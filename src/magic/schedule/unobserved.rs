//! What happens to one qubit alone just before it is reset.
//!
//! A reset forgets the state of its qubit: Reset∘E = Reset for every channel E
//! on that qubit, executed or not. So such gates and channels go.

use super::timeline::{Direction, NONE, Timeline, Work};

/// Takes out one-qubit gates and channels right before unconditional resets.
pub(super) fn remove(timeline: &mut Timeline) {
    for index in 0..timeline.nodes.len() as u32 {
        let node = timeline.node(index);
        let (Work::Reset(qubit), None) = (&node.work, node.condition) else {
            continue;
        };
        let qubit = *qubit;
        loop {
            let before = timeline.step(index, qubit, Direction::Backward);
            if before == NONE || !is_alone(timeline, before) {
                break;
            }
            timeline.remove(before);
        }
    }
}

/// Whether a node is a gate or channel on one qubit only.
fn is_alone(timeline: &Timeline, index: u32) -> bool {
    let node = timeline.node(index);
    node.wires.len() == 1
        && matches!(
            node.work,
            Work::Clifford(_)
                | Work::Turns(..)
                | Work::Rotation { .. }
                | Work::Pauli(_)
                | Work::Damping { .. }
        )
}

########################################

EXERCISE - From the first line to the last, transcribe the records exactly.

EXERCISE ANSWER -
filename src/magic/schedule/unobserved.rs
//! What happens to one qubit alone just before it is reset.
//!
//! A reset forgets the state of its qubit: Reset∘E = Reset for every channel E
//! on that qubit, executed or not. So such gates and channels go.

use super::timeline::{Direction, NONE, Timeline, Work};

/// Takes out one-qubit gates and channels right before unconditional resets.
pub(super) fn remove(timeline: &mut Timeline) {
    for index in 0..timeline.nodes.len() as u32 {
        let node = timeline.node(index);
        let (Work::Reset(qubit), None) = (&node.work, node.condition) else {
            continue;
        };
        let qubit = *qubit;
        loop {
            let before = timeline.step(index, qubit, Direction::Backward);
            if before == NONE || !is_alone(timeline, before) {
                break;
            }
            timeline.remove(before);
        }
    }
}

/// Whether a node is a gate or channel on one qubit only.
fn is_alone(timeline: &Timeline, index: u32) -> bool {
    let node = timeline.node(index);
    node.wires.len() == 1
        && matches!(
            node.work,
            Work::Clifford(_)
                | Work::Turns(..)
                | Work::Rotation { .. }
                | Work::Pauli(_)
                | Work::Damping { .. }
        )
}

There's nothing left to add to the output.